Introduction: Up to now, a total of eight Janus kinase (JAK) inhibitors have been approved for the treatment of autoimmune and myeloproliferative disease. The JAK family belongs to the non-receptor tyrosine kinase family, consisting of JAK1, JAK2, JAK3, and Tyk2. Among these four subtypes, only JAK3 is mainly expressed in hematopoietic tissue cells and is exclusively associated with the cytokines shared in the common gamma-chain receptor subunit. Due to its specific tissue distribution and functional characteristics that distinguish it from the other JAKs family subtypes, JAK3 is a promising target for the treatment of autoimmune disease.
Areas covered: This study aimed to provide a comprehensive review of the available patent literature on JAK-family inhibitors published from 2016 to the present. In addition, an overview of the clinical activities of selective JAK3 inhibitors in recent years was provided.

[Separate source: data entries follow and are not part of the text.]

def test_aim_picture_of_a_thirty_degree_cut(folder):
    # Trigonometry: sent at the ghost ball of a 30 degree cut, the cue line
    # passes 2R sin 30 = R from the object ball's centre, a half-ball hit
    # (fraction 1 - sin 30 = 0.5), touching R/2 from its centre.
    from shotplan.aim import aim_at
    from shotplan.render.sheet import aim_picture, aim_words

    spec = TableSpec.preset("pool-9ft")
    table = Layout(spec, {"cue": (0.5, 0.5)}).geometry
    R = table.ball_radius
    corner = (table.length, table.width)  # towards the foot-left corner
    ob = (1.9, 0.9)
    u = np.subtract(corner, ob) / np.hypot(*np.subtract(corner, ob))
    ghost = np.asarray(ob) - 2 * R * u
    # the cue ball 0.6 m back from the ghost ball, 30 degrees off the line
    a = math.atan2(u[1], u[0]) + math.radians(30)
    cue = (float(ghost[0] - 0.6 * math.cos(a)), float(ghost[1] - 0.6 * math.sin(a)))
    lay = Layout(spec, {"cue": cue, "1": ob})
    aim = aim_at(cue, ob, corner, R)
    assert aim.cut_deg == pytest.approx(30.0, abs=1e-9)
    st = Station("cut", lay, "1", "foot-left",
                 stroke=Stroke(aim.direction_deg, 2.0, 0.0, 0.0))
    pic = aim_picture(plan_station(st))
    assert pic.fraction == pytest.approx(0.5, abs=1e-9)
    assert abs(pic.offset_m) == pytest.approx(R, rel=1e-9)
    words = " ".join(aim_words(pic))
    assert f"{1000 * R:.0f} mm" in words and f"{500 * R:.0f} mm" in words
    assert "half ball (ball-hit fraction 0.50)" in words


def test_a_kick_is_aimed_at_a_diamond():
    # A long rail has eight diamonds from corner to corner (common practice,
    # no source): the sight to aim at is where the cue ball's centre meets
    # the right rail, x / (L / 8) from the head rail.
    from shotplan.layout import load_layout
    from shotplan.render.sheet import aim_picture, aim_words

    lay = load_layout(LAYOUTS / "club-night-3-bank-practice.json")
    plan = plan_station(Station("kick", lay, "3", "side-left"))
    pic = aim_picture(plan)
    assert plan.shot.kind == "kick" and pic.kind == "kick" and pic.rail == "right rail"
    hit = next(e for e in plan.outcome.events
               if e.kind.name == "CUSHION" and e.balls[0] == "cue")
    assert hit.states[0].y < 0.1  # the right rail is y = 0
    assert pic.diamond == pytest.approx(hit.states[0].x / (lay.geometry.length / 8), abs=1e-9)
    assert 0.0 < pic.diamond < 8.0
    assert f"right rail, diamond {pic.diamond:.1f} counted from the head rail" in \
        " ".join(aim_words(pic))


def test_a_killed_sheet_write_leaves_a_whole_folder_or_none(folder):
    # Issue 12 item 4: kill the writer at moments spread over a run; the
    # stations folder is then either absent or whole (marker and every
    # picture), and the next run leaves nothing temporary behind.
    import os
    import signal
    import subprocess
    import sys
    import time

    path = write(folder, BASE)
    sheet = folder / "sheet.pdf"
    argv = [sys.executable, "-m", "shotplan", "drill", str(path), "--trials", "5",
            "--dpi", "40", "-o", str(sheet)]
    t0 = time.perf_counter()
    subprocess.run(argv, check=True, capture_output=True)
    whole = time.perf_counter() - t0
    pics = folder / "sheet-stations"
    for frac in (0.5, 0.8, 0.9, 0.97):
        proc = subprocess.Popen(argv, stdout=subprocess.DEVNULL, stderr=subprocess.DEVNULL)
        time.sleep(frac * whole)
        proc.send_signal(signal.SIGKILL)
        proc.wait()
        if pics.exists():
            names = sorted(p.name for p in pics.iterdir())
            assert names == ["station-1.png", "station-2.png", "written-by-shotplan.txt"]
    subprocess.run(argv, check=True, capture_output=True)
    # (the PDF's own temporary file is shotplan.files.write's business)
    left = [p.name for p in folder.iterdir() if p.name.startswith(".sheet-stations")]
    assert left == [], left
    assert os.path.getsize(sheet) > 0
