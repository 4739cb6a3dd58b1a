"""Cut-angle study: how cut, distance, speed and spin change what a shot forgives.

Every number here comes from the same simulator and window finder as the
shot search (:func:`shotplan.search.find_shots`, :func:`shotplan.search.aim_direct`,
:class:`shotplan.physics.Simulator`), on a chosen table, pocket and physics
profile. The layouts are built programmatically by :func:`cut_geometry`:

* the object ball sits on a line through the pocket's target (the middle of
  its drop line, where the search sends balls) at the *approach angle* to the
  pocket's axis, ``object_distance`` from where that line crosses the mouth
  line (the opening between the jaw points);
* the cue ball sits ``cue_distance`` from the ghost ball, on the line that
  meets the object ball's line at the *cut angle*; a ``left`` cut sends the
  object ball to the left of the cue ball's line (as the player sees it).

Layouts whose balls would be off the table or overlapping
(:meth:`shotplan.layout.Layout.problems`) are skipped, and kept as points
with a note, so a curve ends where the table does.

Studies (each returns a frozen result value with ``points``, ``to_dict()``
and ``rows()`` for a CSV), one module each, on the layouts and checks of
:mod:`.base`:

* :func:`window_against_cut`, :func:`window_against_approach`
  (:mod:`.window`): the window
  (degrees at the cue ball, mm at the object ball) for stun and rolling;
* :func:`throw_study` (:mod:`.throw`): throw against cut for stun, rolling, draw and side
  spin at several speeds, measured from the ``collision`` event's states, and
  the aim correction it asks for;
* :func:`deflection_study` (:mod:`.deflection`): the cue ball's direction after contact, with the
  90-degree rule and the 30-degree rule as reference curves
  (:func:`ninety_degree_rule_deg`, :func:`thirty_degree_rule_deg`,
  :func:`final_line_deg`);
* :func:`aim_table` (:mod:`.aiming`): contact fraction, ghost-ball offset and the overlap word
  for each cut.

Angles are degrees and lengths metres in the values (``_mm`` fields in mm);
radians only inside.
"""

from __future__ import annotations

from .aiming import (
    AimRow,
    AimTable,
    aim_table,
)
from .base import (
    CUT_SIDES,
    DEFLECTION_SPINS,
    OLD_SPIN_WORDS,
    SPEED_PRESETS,
    STUDY_TIPS,
    THROW_SPINS,
    CutGeometry,
    Progress,
    cut_geometry,
    default_pockets,
    place_shot,
    sweep_angles,
)
from .deflection import (
    DeflectionPoint,
    DeflectionStudy,
    deflection_study,
    final_line_deg,
    ninety_degree_rule_deg,
    thirty_degree_rule_deg,
)
from .throw import (
    ThrowPoint,
    ThrowStudy,
    throw_study,
)
from .window import (
    WindowPoint,
    WindowStudy,
    window_against_approach,
    window_against_cut,
)

__all__ = [
    "STUDY_TIPS",
    "OLD_SPIN_WORDS",
    "THROW_SPINS",
    "DEFLECTION_SPINS",
    "SPEED_PRESETS",
    "CUT_SIDES",
    "Progress",
    "CutGeometry",
    "cut_geometry",
    "place_shot",
    "sweep_angles",
    "WindowPoint",
    "WindowStudy",
    "window_against_cut",
    "window_against_approach",
    "ThrowPoint",
    "ThrowStudy",
    "throw_study",
    "DeflectionPoint",
    "DeflectionStudy",
    "deflection_study",
    "AimRow",
    "AimTable",
    "aim_table",
    "ninety_degree_rule_deg",
    "thirty_degree_rule_deg",
    "final_line_deg",
    "default_pockets",
]
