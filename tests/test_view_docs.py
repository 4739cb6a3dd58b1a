"""The view's public API is documented in numpydoc, and its words are right.

The rule is the one of tests/test_docstrings.py (our own, DEVELOPERS.md).
"""

from __future__ import annotations

import os

import pytest

os.environ.setdefault("SDL_VIDEODRIVER", "dummy")
pytest.importorskip("pygame")

from test_docstrings import _module_problems  # noqa: E402

from shotplan.equipment import TableSpec  # noqa: E402
from shotplan.table import Table  # noqa: E402

DOCUMENTED = ["app", "frame", "words", "keeping", "pointer", "layers", "draw", "predict", "transform",
              "keys", "actions", "command", "state", "panels", "controls", "playback", "recovery"]


@pytest.mark.parametrize("name", DOCUMENTED)
def test_view_api_is_documented(name):
    problems = _module_problems(f"shotplan.view.{name}")
    assert not problems, "\n".join(problems)


def test_pointer_words_in_diamonds_hand_worked():
    # A pool table has 8 diamond spacings along a long rail and 4 across a
    # short one (common practice, no source): the middle of the cloth is 4
    # along and 2 across; the head-right corner of the noses is 0, 0.
    from shotplan.view.words import pointer_words

    table = Table(TableSpec.preset("pool-9ft"))
    mid = pointer_words(table.length / 2, table.width / 2, table)
    assert "4.00 diamonds along, 2.00 across" in mid
    assert f"x {table.length / 2 * 1000:6.0f} mm" in mid
    assert "0.00 diamonds along, 0.00 across" in pointer_words(0.0, 0.0, table)


def test_escape_markup_hand_worked():
    from shotplan.view.words import escape_markup

    assert escape_markup("a < b & c > d") == "a &lt; b &amp; c &gt; d"
    assert escape_markup("&lt;") == "&amp;lt;"  # escaped once, not taken as markup
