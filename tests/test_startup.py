"""Start-up: a command imports only what it needs; the engine's kernels
compile once per argument types; a compile is announced once; plan reports
its search apart from the engine's loading. (Times are measured in
benchmarks/bench_startup.py, never asserted here.)"""

from __future__ import annotations

import importlib.util
import json
import re
import subprocess
import sys
from pathlib import Path

import numpy as np
import pytest

from shotplan.physics import jit

ROOT = Path(__file__).resolve().parent.parent
CUT = ROOT / "assets" / "layouts" / "club-night-2-cut-to-corner.json"


def _modules_after(argv: list[str]) -> set[str]:
    """The modules loaded by a whole command, as the interpreter records them."""
    code = ("import sys, io, contextlib\n"
            "from shotplan.cli.main import main\n"
            "with contextlib.redirect_stdout(io.StringIO()):\n"
            f"    main({argv!r})\n"
            "print(' '.join(sys.modules))\n")
    out = subprocess.run([sys.executable, "-c", code], capture_output=True, text=True,
                         check=True, cwd=ROOT).stdout
    return set(out.split())


def test_tables_loads_neither_numpy_nor_the_engine() -> None:
    loaded = _modules_after(["tables"])
    assert "shotplan.cli.tables" in loaded
    for heavy in ("numpy", "numba", "matplotlib", "scipy", "shotplan.cli.cushion"):
        assert heavy not in loaded, heavy


def test_plan_loads_no_other_command_nor_scipy() -> None:
    loaded = _modules_after(["plan", str(CUT), "--top", "1"])
    assert "numba" in loaded and "shotplan.cli.plan" in loaded
    for other in ("shotplan.cli.cushion", "shotplan.cli.study", "shotplan.cli.drills",
                  "matplotlib", "scipy.linalg", "scipy.optimize"):
        assert other not in loaded, other


@pytest.mark.skipif(not jit.JIT_ENABLED, reason="numba is off")
def test_a_kernel_compiles_once_per_argument_types() -> None:
    # numba records each compiled signature; a callee handed the literal 2
    # and then a variable would otherwise be compiled twice (Literal[int](2)
    # and int64).
    @jit.jit
    def twice(n):  # type: ignore[no-untyped-def]
        return 2 * n

    @jit.jit
    def caller(k):  # type: ignore[no-untyped-def]
        return twice(2) + twice(k)

    assert caller(3) == 10  # 2*2 + 2*3, by hand
    assert len(twice.signatures) == 1  # type: ignore[attr-defined]


@pytest.mark.skipif(not jit.JIT_ENABLED, reason="numba is off")
def test_the_first_compile_is_announced_once(tmp_path: Path) -> None:
    # Kernels in a module of their own, new to numba's disk cache, so they
    # compile; the notice comes once for both.
    (tmp_path / "fresh_kernels.py").write_text(
        "from shotplan.physics.jit import jit\n\n"
        "@jit\ndef plus_one(x):\n    return x + 1.0\n\n"
        "@jit\ndef plus_two(x):\n    return x + 2.0\n", encoding="utf-8")
    spec = importlib.util.spec_from_file_location("fresh_kernels", tmp_path / "fresh_kernels.py")
    assert spec is not None and spec.loader is not None
    fresh = importlib.util.module_from_spec(spec)
    spec.loader.exec_module(fresh)
    calls: list[int] = []
    jit.on_first_compile(lambda: calls.append(1))
    assert fresh.plus_one(1.0) == 2.0 and fresh.plus_two(1.0) == 3.0
    assert calls == [1]


def test_plan_reports_the_search_apart_from_loading(capsys: pytest.CaptureFixture[str]
                                                     ) -> None:
    from shotplan.cli import main

    assert main(["plan", str(CUT), "--top", "1"]) == 0
    first = capsys.readouterr().out.splitlines()[0]
    assert re.search(r"\(\d+ simulations, \d+ ms\) after loading the engine \(\d+ ms\)$",
                     first), first


def test_the_program_flushes_everything_before_it_ends_itself() -> None:
    # main() without arguments ends the process itself (os._exit after a
    # flush): the whole JSON document must still arrive, and the exit code.
    proc = subprocess.run([sys.executable, "-m", "shotplan", "plan", str(CUT), "--json"],
                          capture_output=True, text=True, cwd=ROOT, timeout=300)
    assert proc.returncode == 0, proc.stderr
    assert len(json.loads(proc.stdout)) == 11  # the README's count for the cut demo
    bad = subprocess.run([sys.executable, "-m", "shotplan", "check", "no-such-file.json"],
                         capture_output=True, text=True, cwd=ROOT, timeout=300)
    assert bad.returncode == 2 and bad.stderr.count("\n") == 1


def test_the_notice_variable_is_one_name() -> None:
    from shotplan.cli import engine

    assert engine.NOTICE_VARIABLE == jit.NOTICE_VARIABLE


def test_the_set_up_says_whether_it_compiled_or_loaded() -> None:
    # The set-up's line is true: once a run has put the kernels on disk,
    # the next one loads them and says so (numba's cache; the first run may
    # compile or load, depending on what is cached already).
    cmd = [sys.executable, "-m", "shotplan.cli.engine"]
    first = subprocess.run(cmd, capture_output=True, text=True, cwd=ROOT, timeout=600)
    assert first.returncode == 0, first.stderr
    assert ("compiling the physics engine" in first.stderr) == \
        ("physics engine compiled" in first.stderr)
    second = subprocess.run(cmd, capture_output=True, text=True, cwd=ROOT, timeout=600)
    assert second.returncode == 0
    assert second.stderr.strip().splitlines() == [
        next(line for line in second.stderr.splitlines() if line.startswith("physics engine"))]
    assert "loaded from" in second.stderr and "compiling" not in second.stderr


@pytest.mark.skipif(not jit.JIT_ENABLED, reason="numba is off")
def test_a_compile_after_loading_from_the_cache_still_works(tmp_path: Path) -> None:
    # Cached kernels load without numba's registry refresh (jit._LoadOnlyCache);
    # a compile later in the same process must still find every typing and
    # lowering it needs. A fresh process loads the engine from the (warm)
    # cache, then compiles a kernel of its own that uses numpy arrays, math
    # and a call into a cached kernel, for argument types never compiled
    # before; its answer is checked against numpy.roots (reference library).
    code = (
        "import numpy as np\n"
        "from shotplan.cli.engine import compile_all\n"
        "compile_all()\n"
        "from shotplan.physics import jit, roots\n"
        "@jit.jit\n"
        "def fresh(c, h):\n"
        "    buf = np.zeros(roots.SCRATCH_LEN)\n"
        "    n = roots.real_roots(c, 2, 0.0, h, buf)\n"
        "    return np.array([buf[k] for k in range(n)])\n"
        "got = fresh(np.array([-2.0, 0.0, 1.0], dtype=np.float64), 10.0)\n"
        "import json\n"
        "print(json.dumps(sorted(float(x) for x in got)))\n")
    script = tmp_path / "fresh_kernel.py"  # numba caches only kernels defined in a file
    script.write_text(code, encoding="utf-8")
    out = subprocess.run([sys.executable, str(script)], capture_output=True, text=True,
                         check=True, cwd=ROOT).stdout
    got = json.loads(out)
    want = sorted(r.real for r in np.roots([1.0, 0.0, -2.0]) if r.real >= 0.0)
    assert got == pytest.approx(want, abs=1e-12)
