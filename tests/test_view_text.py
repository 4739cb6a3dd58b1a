"""The panel's changing texts while a ball is dragged: laid out a few times a
second, one a frame at most (each costs 0.5-3 ms), and all up to date once the
drag ends. Headless (conftest.py)."""

from __future__ import annotations

import pytest
from test_view import DEMO, make_app, mouse, screen

from shotplan.layout import load_layout
from shotplan.view.words import aim_html

pytestmark = pytest.mark.usefixtures("display")  # conftest.py

DT = 1 / 60


def test_one_text_a_frame_while_dragging_all_current_after(tmp_path, monkeypatch):
    app = make_app(tmp_path, load_layout(DEMO), DEMO)
    app.settle()
    p = app.panels
    laid: list[tuple[int, str]] = []
    frame = [0]
    for name in ("aim_box", "time_label", "status"):
        widget = getattr(p, name)
        real = widget.set_text

        def record(text, *a, _real=real, _name=name, **kw):
            laid.append((frame[0], _name))
            return _real(text, *a, **kw)

        monkeypatch.setattr(widget, "set_text", record)
    cue = app.state.layout.position("cue")
    mouse(app, "down", screen(app, cue))
    n = 90
    for k in range(1, n + 1):
        frame[0] = k
        x = cue[0] - 0.3 * k / n
        mouse(app, "move", screen(app, (x, cue[1] + 0.1 * k / n)))
        app.update(DT)
    # Each of the three changed along the drag (the paths and numbers move).
    assert {name for _, name in laid} == {"aim_box", "time_label", "status"}
    per_frame = {}
    for k, name in laid:
        per_frame.setdefault(k, []).append(name)
    assert max(len(v) for v in per_frame.values()) == 1, per_frame
    # The aim text and the time at most four times a second (n frames of 1/60 s).
    seconds = n * DT
    for name in ("aim_box", "time_label"):
        assert sum(1 for _, m in laid if m == name) <= 4 * seconds + 1
    # Let go: the next frame shows every text as it now is.
    mouse(app, "up", screen(app, (x, cue[1] + 0.1)))
    app.update(DT)
    duration = app.predictor.duration
    assert p.time_label.text.endswith(f"/ {duration:.2f} s")
    assert p.status.text == app.status_text()
    assert p.aim_box.html_text == aim_html(app.state, app.predictor)
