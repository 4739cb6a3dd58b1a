"""What the cue ball met in a carom stroke, read from an outcome's events
(shared by the carom tests; independent of the search's own reading)."""

from __future__ import annotations

from typing import Any


def judge_from_events(outcome: Any) -> tuple[list[str], int]:
    """Balls the cue ball met in order (each once, up to the second), and the
    cushions it met before the second one."""
    met: list[str] = []
    cushions = 0
    for e in outcome.events:
        if e.kind.word == "collision" and "cue" in e.balls:
            other = next(b for b in e.balls if b != "cue")
            if other not in met:
                met.append(other)
            if len(met) == 2:
                break
        elif e.kind.word == "cushion" and e.balls[0] == "cue":
            cushions += 1
    return met, cushions
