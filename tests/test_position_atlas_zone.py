"""``position --zone atlas:NEXT_BALL[:MIN]``: the region where the next ball
is easy, from its shot atlas, as a zone; and the area zone itself.

Outside references: shapely's own area and point-in-polygon for the area
zone; the shot search run again at each proposed finish for the claim that
the zone leaves the next ball easy.
"""

from __future__ import annotations

import json
from pathlib import Path

import pytest
import shapely

from shotplan.cli import main
from shotplan.errors import LayoutError
from shotplan.layout import load_layout
from shotplan.position import Zone
from shotplan.search import find_shots

ROOT = Path(__file__).resolve().parents[1]
DRILL = ROOT / "assets" / "layouts" / "club-night-4-position-drill.json"


def _square_with_hole() -> shapely.Polygon:
    return shapely.Polygon([(1, 0.2), (2, 0.2), (2, 1.0), (1, 1.0)],
                           [[(1.4, 0.5), (1.6, 0.5), (1.6, 0.7), (1.4, 0.7)]])


def test_area_zone_matches_shapely_and_round_trips():
    # shapely is the reference for area, containment and distance.
    shape = shapely.MultiPolygon([_square_with_hole(),
                                  shapely.box(0.2, 0.2, 0.4, 0.4)])
    zone = Zone.of_shape(shape, "test area")
    assert zone.geometry.area == pytest.approx(shape.area)
    pts = [(1.2, 0.3), (1.5, 0.6), (0.3, 0.3), (0.8, 0.8)]
    assert list(zone.contains(pts)) == [bool(shape.intersects(shapely.Point(p))) for p in pts]
    assert zone.margin((1.5, 0.6)) == pytest.approx(-0.1)  # in the hole: 0.1 m from its edge
    assert zone.margin((1.2, 0.3)) == pytest.approx(0.1)
    back = Zone.from_dict(json.loads(json.dumps(zone.to_dict())))
    assert back == zone and back.label == "test area"


@pytest.mark.parametrize("data,fragment", [
    ({"area": []}, "is not an area"),
    ({"area": [[[[0, 0], [1, 0]]]]}, "is not a ring"),
    ({"area": [[[[0, 0], [1, 1], [1, 0], [0, 1]]]]}, "cross"),
    ({"area": [[[[0, 0], [1, 0], [1, 1]]]], "colour": "red"}, "unknown field"),
])
def test_bad_area_zones_are_one_line(data, fragment):
    with pytest.raises(LayoutError, match=fragment) as err:
        Zone.from_dict(data)
    assert "\n" not in str(err.value)


def test_atlas_zone_leaves_the_next_ball_easy(capsys, tmp_path):
    code = main(["position", str(DRILL), "--ball", "4", "--pocket", "foot-right",
                 "--zone", "atlas:5:1", "--atlas-grid", "0.1", "--sides", "0",
                 "--json"])
    out, err = capsys.readouterr()
    assert code == 0, err
    doc = json.loads(out)
    assert "area" in doc["zone"] and "ball 5" in doc["zone"]["label"]
    ranked = doc["ranked"]
    assert ranked, "some setting must reach the zone"
    after = load_layout(DRILL).without_ball("4")
    for item in ranked[:3]:
        finish = item["cue_finish"]
        # The search, run again with the cue ball where it stops: ball 5 has
        # a shot there. The zone is made of whole 10 cm cells whose centres
        # have a window of at least 1 degree, so a finish off a centre may
        # have less; at least half of it.
        res = find_shots(after.with_ball("cue", tuple(finish)), balls=["5"], top=1)
        assert res.shots and res.shots[0].window_deg >= 0.5


@pytest.mark.parametrize("zone,extra,fragment", [
    ("atlas:4", [], "another object ball"),
    ("atlas:9", [], "another object ball"),
    ("atlas:", [], "not an atlas zone"),
    ("atlas:5:wide", [], "not a number"),
    ("atlas:5:30", [], "out of range"),
    ("atlas:5:150", ["--level", "club"], "out of range"),
    ("atlas:5:19", [], "no cue-ball spot"),
])
def test_bad_atlas_zones_are_one_line(zone, extra, fragment, capsys):
    code = main(["position", str(DRILL), "--ball", "4", "--pocket", "foot-right",
                 "--zone", zone, "--atlas-grid", "0.3", *extra])
    out, err = capsys.readouterr()
    assert code == 2 and out == ""
    assert fragment in err and len(err.strip().splitlines()) == 1 and "Traceback" not in err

Expert opinion: To date, no selective JAK3 inhibitors have been approved for use in clinics. Over the last 5 years, an increasing number of studies on JAK3 inhibitors, particularly ritlecitinib by Pfizer, have demonstrated their promising therapeutic potential. In this review, recent studies reported that selective JAK3 inhibitors may offer valid, interesting, and promising therapeutic potential in inflammatory and autoimmune diseases.
Keywords: JAK3 inhibitor; JAK3 subtype; Janus kinase; autoimmune disease; patent review.